Never let me go…

Il est des films qui vous laissent dans un état bucolique, pas vraiment triste… mais pour le moins songeur. Never Let Me Go fait partie de ceux là…

J’avoue, l’idée de regarder ce film m’est en grande partie venue à cause de la présence de Keira Knightley (Ruth) au casting. Mais à ma grande surprise, alors que j’avais trouvé dans Last Night une jeune femme pétillante, elle m’est apparue ici plutôt effacée au profit de l’autre actrice féminine du film, Carey Mulligan (Kathy).

Car il ne faut pas s’y tromper, c’est bien cette dernière qui donne toute l’énergie au trio formé avec Andrew Garfield (Tommy). Un trio que l’on voit évoluer au fil des années… se construite, se détruire, se perdre, se retrouver… au hasard du destin bien particulier qui est le leur…

Leur histoire nous est contée par Kathy, 28 ans, qui se rappelle son enfance et sa vie depuis son arrivée à la pension Hailsham. La science a fait beaucoup de progrès et le clonage humain permet d’avoir des organes à disposition pour les transplantations. Kathy, Ruth et Tommy ont été créés dans ce but : à l’âge adulte, ils commenceront à faire des dons jusqu’à « l’achèvement », c’est-à-dire leur mort.

Et c’est là toute la force de ce film, car alors que nous sommes clairement dans le domaine de la science-fiction, tout ce qui touche à la technologie est délibérément mis de côté (à l’inverse du film The island, ou nous étions clairement dans un univers blanc, automatisé, aseptisé…) pour mieux laisser les émotions s’exprimer.

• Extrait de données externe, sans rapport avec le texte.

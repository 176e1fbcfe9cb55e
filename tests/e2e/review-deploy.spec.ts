import { expect, test, type Page } from "@playwright/test";
import { BenchPage } from "./pages/bench-page";
import { SAME_ORIGIN } from "./pages/origin";
import { SetsPage } from "./pages/sets-page";
import { SignInPage } from "./pages/sign-in-page";

// Shaft speed: 500 Hz on a Q15 device in the demo lab; no other end-to-end test deploys to it.
const CHANNEL = "gearbox-endurance/torque-node/shaft-speed";
const lowPass = { kind: "iir", family: "butterworth", response: "lowpass", order: 2, cutoffHz: 20, sampleRateHz: 500 };
// A pole at z = 1.2, outside the unit circle: saved, but marked not deployable.
const unstable = { kind: "coefficients", b: [0.5, 0.5], a: [1, -1.2], sampleRateHz: 500 };

async function submitted(page: Page, name: string, spec: unknown): Promise<{ setId: number; revisionId: number }> {
  const saved = await SetsPage.createThroughApi(page.request, { channel: CHANNEL, name, spec });
  const res = await page.request.post(`/api/v1/revisions/${saved.revisionId}/transitions`, { data: { action: "submit", expectedVersion: 1 }, headers: SAME_ORIGIN });
  expect(res.status(), await res.text()).toBe(200);
  return saved;
}

test("review and set pages chart the revision; Approve is not offered on one marked not deployable; an operator's open bench follows promotion and the return to no filter", async ({ page, browser }) => {
  test.setTimeout(180_000);
  const stamp = Date.now().toString(36);
  const good = `E2E speed LP 20 ${stamp}`;
  const bad = `E2E speed unstable ${stamp}`;
  const signIn = new SignInPage(page);
  const sets = new SetsPage(page);

  await signIn.signInAs("engineer");
  const { setId } = await submitted(page, good, lowPass);
  await submitted(page, bad, unstable);
  await signIn.signOut();

  // The lead reviews with the response, the pole-zero map, the sections and the Q15 words in view.
  await signIn.signInAs("lead");
  await page.goto("/reviews");
  const goodCard = page.locator("article", { hasText: good });
  const badCard = page.locator("article", { hasText: bad });
  for (const id of ["bode-magnitude", "bode-phase"]) await expect(goodCard.getByTestId(id).locator("canvas").first()).toBeVisible();
  // The map draws the two poles of the second-order low-pass.
  await expect(goodCard.getByTestId("pz-z")).toBeVisible();
  // One section of five Q15 words (b0, b1, b2, a1, a2), each an integer in [−32768, 32767].
  await expect(goodCard.getByTestId("revision-sections").locator("tbody tr")).toHaveCount(1);
  const words = (await goodCard.getByTestId("fixed-words").first().innerText()).split(", ").map(Number);
  expect(words.length).toBeGreaterThanOrEqual(5);
  for (const w of words) expect(Number.isInteger(w) && w >= -32768 && w <= 32767, `word ${w}`).toBe(true);
  await expect(goodCard.getByRole("button", { name: "Approve" })).toBeVisible();
  await expect(badCard.getByTestId("bode-magnitude")).toBeVisible();
  await expect(badCard.getByRole("button", { name: "Approve" })).toHaveCount(0);
  await expect(badCard.getByTestId("not-approvable")).toContainText("not deployable");
  await expect(badCard.getByRole("button", { name: "Reject" })).toBeVisible();
  await goodCard.scrollIntoViewIfNeeded();
  await page.screenshot({ path: "test-results/review-charts.png", fullPage: true });
  await sets.approveFromReviews(good, "Response and words checked.");

  await sets.open(setId);
  await expect(sets.revision(1).getByTestId("bode-magnitude")).toBeVisible();
  await expect(sets.revision(1).getByTestId("pz-z")).toBeVisible();
  await page.screenshot({ path: "test-results/set-charts.png", fullPage: true });

  // An operator watches the channel's bench; it must follow without a reload.
  const operator = await browser.newPage();
  await new SignInPage(operator).signInAs("operator");
  const bench = new BenchPage(operator);
  await bench.open(CHANNEL);
  await expect(operator.getByText(/^No production filter is active on this channel: the device sends raw samples/)).toBeVisible();
  await operator.evaluate(() => document.documentElement.setAttribute("data-not-reloaded", "yes"));

  await sets.promote(1, [CHANNEL]);
  await expect(sets.deployment(CHANNEL)).toHaveAttribute("data-state", "active", { timeout: 20_000 });
  // The set page learns of the ack by polling; the bench is told by the sidecar, so a few seconds is ample.
  await expect(operator.getByText(`Production: ${good} revision 1`)).toBeVisible({ timeout: 5_000 });
  await expect(operator.getByTestId("comparison-table")).toContainText(`Production (${good} r1)`);
  await expect(operator.locator("html")).toHaveAttribute("data-not-reloaded", "yes");
  await operator.screenshot({ path: "test-results/bench-after-push.png", fullPage: true });

  // The first promotion goes back to no filter, asked for and confirmed like any rollback.
  const back = page.getByTestId(`rollback-${CHANNEL}`);
  await back.getByRole("button", { name: `Return ${CHANNEL} to no filter` }).click();
  await expect(back.getByRole("alertdialog")).toContainText("passes the raw signal through unfiltered");
  await back.getByRole("button", { name: `Yes, return ${CHANNEL} to no filter` }).click();
  await expect(page.locator(`tr[data-channel="${CHANNEL}"][data-state="active"]`)).toContainText("no filter", { timeout: 20_000 });
  await expect(page.locator(`tr[data-channel="${CHANNEL}"][data-state="rolled_back"]`)).toHaveCount(1);
  await expect(operator.getByText(/^No production filter is active on this channel: the device sends raw samples/)).toBeVisible({ timeout: 5_000 });
  await expect(operator.locator("html")).toHaveAttribute("data-not-reloaded", "yes");
  const production = await page.request.get(`/api/v1/channels/${CHANNEL}/production`);
  expect(production.status()).toBe(404);
  await operator.close();
});
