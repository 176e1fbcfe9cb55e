import { expect, test, type Page } from "@playwright/test";
import { BenchPage } from "./pages/bench-page";
import { SignInPage } from "./pages/sign-in-page";

const CHANNEL = "gearbox-endurance/torque-node/input-torque";

/** Ten seconds at 1 kHz of a torque signal with 50 Hz pickup and a 240 Hz mesh tone, as t_s CSV. */
function torqueCsv(): string {
  const rows = ["t_s,torque[N·m]"];
  for (let i = 0; i < 10_000; i++) {
    const t = i / 1000;
    rows.push(`${t.toFixed(3)},${(10 + 2 * Math.sin(2 * Math.PI * 50 * t) + 0.5 * Math.sin(2 * Math.PI * 240 * t)).toFixed(6)}`);
  }
  return rows.join("\r\n") + "\r\n";
}

/** The recordings list with its upload form, and one recording's replay page. */
class RecordingsPage {
  constructor(private readonly page: Page) {}

  async upload(name: string, csv: string): Promise<void> {
    await this.page.goto("/recordings");
    await this.page.getByLabel("Channel").selectOption(CHANNEL);
    await this.page.getByLabel("CSV file").setInputFiles({ name: "torque.csv", mimeType: "text/csv", buffer: Buffer.from(csv) });
    await this.page.getByLabel("Name (optional)").fill(name);
    await this.page.getByRole("button", { name: "Upload recording" }).click();
  }

  traceChart() {
    return this.page.getByTestId("recording-chart");
  }

  peaks() {
    return this.page.getByTestId("recording-peaks");
  }
}

test("an engineer uploads a capture, sees its trace and spectrum, and overlays a candidate; an operator sees the trace only", async ({ page }) => {
  const name = `E2E capture ${Date.now().toString(36)}`;
  const signIn = new SignInPage(page);
  const recordings = new RecordingsPage(page);

  await signIn.signInAs("engineer");
  await recordings.upload(name, "t_s,torque[N·m]\n0,1\n0.002,1\n0.004,1\n");
  await expect(page.locator('[data-field-error="file"]')).toContainText("500 Hz");

  await recordings.upload(name, torqueCsv());
  await expect(page).toHaveURL(/\/recordings\/\d+$/);
  await expect(page.getByRole("heading", { name })).toBeVisible();
  await expect(recordings.traceChart().locator("canvas")).toBeVisible();
  await expect(recordings.peaks().getByText(/^50(\.\d+)? Hz$/)).toBeVisible();
  await expect(recordings.peaks().getByText(/^240(\.\d+)? Hz$/)).toBeVisible();
  await expect(page.getByRole("button", { name: "Try on the live bench" })).toBeVisible();

  await page.getByRole("button", { name: "Add candidate" }).click();
  await expect(page.getByTestId("candidate-0")).toBeVisible();
  await expect(recordings.traceChart()).toContainText("Candidate A");
  await expect(page.getByTestId("comparison-table")).toContainText("Candidate A");
  await page.getByRole("button", { name: "Close the editor" }).click();
  const url = page.url();
  await signIn.signOut();

  await signIn.signInAs("operator");
  await page.goto(url);
  await expect(recordings.traceChart().locator("canvas")).toBeVisible();
  await expect(page.getByRole("button", { name: "Add candidate" })).toHaveCount(0);
  await page.goto("/recordings");
  await expect(page.getByTestId("recordings-table")).toContainText(name);
  await expect(page.getByRole("button", { name: "Upload recording" })).toHaveCount(0);
});

test("an upload shows the bytes sent and can be cancelled; nothing is stored", async ({ page }) => {
  await new SignInPage(page).signInAs("engineer");
  // A slow uplink (about 1 MB/s) so the upload is still under way when the engineer cancels.
  const cdp = await page.context().newCDPSession(page);
  await cdp.send("Network.enable");
  await cdp.send("Network.emulateNetworkConditions", { offline: false, latency: 20, downloadThroughput: -1, uploadThroughput: 1_000_000 });
  const name = `Cancelled capture ${Date.now()}`;
  const csv = torqueCsv().repeat(16); // about 4 MB: the rows repeat, which is fine for a refused-or-cancelled upload
  await new RecordingsPage(page).upload(name, csv);
  const progress = page.getByTestId("upload-progress");
  await expect(progress).toContainText(/^[0-9.]+ of [0-9.]+ MB sent/);
  await expect.poll(async () => Number((await progress.textContent())?.split(" ")[0] ?? 0), { timeout: 10_000 }).toBeGreaterThan(0);
  await page.screenshot({ path: "test-results/recordings-upload-progress.png" });
  await page.getByRole("button", { name: "Cancel upload" }).click();
  await expect(page.getByText("Upload cancelled; nothing was stored.")).toBeVisible();
  await cdp.send("Network.emulateNetworkConditions", { offline: false, latency: 0, downloadThroughput: -1, uploadThroughput: -1 });
  await page.reload();
  await expect(page.getByTestId("recordings-table")).not.toContainText(name);
});

test("Try on the live bench carries the replay's candidates over to the engineer's bench", async ({ page }) => {
  test.setTimeout(90_000);
  const bench = new BenchPage(page);
  const recordings = new RecordingsPage(page);
  await new SignInPage(page).signInAs("engineer");
  await bench.open(CHANNEL); // starts from an empty bench
  await recordings.upload(`E2E carry-over ${Date.now().toString(36)}`, torqueCsv());
  await expect(page).toHaveURL(/\/recordings\/\d+$/);
  await page.getByRole("button", { name: "Add candidate" }).click();
  await page.getByRole("textbox", { name: /^Cutoff/ }).fill("130");
  await expect(page.getByTestId("candidate-0").getByTestId("candidate-summary")).toHaveText("Butterworth LP 4 · 130 Hz");
  await page.getByRole("button", { name: "Close the editor" }).click();

  await page.getByRole("button", { name: "Try on the live bench (1 candidate)" }).click();
  await expect(page).toHaveURL(new RegExp(`/channels/${CHANNEL}$`));
  await expect(bench.candidateSummaries()).toHaveText(["Butterworth LP 4 · 130 Hz"]);
  // It runs on the stream too, not only on the card.
  await expect(page.getByTestId("live-chart")).toContainText("Candidate A");
  await bench.removeKeptCandidates();
});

Ici, le calme de la paisible campagne anglaise est omniprésent, aucun gadget futuriste ou technologie de pointe…  Ainsi, sans jamais être clairement énoncé, Kathy, Ruth et Tommy savent pertinemment ce qui les attend, et même pire, ils l’acceptent. Pas de question, pas de révolte, une entière acceptation de ce qu’ils savent être “leur devoir”.

Alors oui, on a envie de leur crier dessus, de leur dire “mais qu’est ce qui vous retient, fuyez!”. Mais au final, on est bien contents qu’ils restent avec nous, car cela ne les empêche pas d’être humains, d’avoir des sentiments et de vouloir vivre comme tout le monde… Cahin cinha, notre trio a du mal à trouver son équilibre, entre amitié et amour… (je n’en dirais pas plus)

En conclusion, sans aller jamais sur le terrain des considérations de jugement autour du clonage (le débat n’est clairement pas là), Never let me go, c’est 3 destins intimement liés racontés autour de ce drame pessimiste sur l’absurdité existentielle

Une belle histoire, mais qui personnellement me laisse un petit goût de regret dans la bouche… Mais je ne saurais vraiment le reprocher au film car s’il est ce qu’il est, c’est justement parce qu’il ne se sent pas obligé de montrer de côté happy ending

A découvrir sans trop se poser de questions, mais si vraiment vous voulez réfléchir après coup, je vous recommande largement les analyses de Cinéaddict et de Leveilleur.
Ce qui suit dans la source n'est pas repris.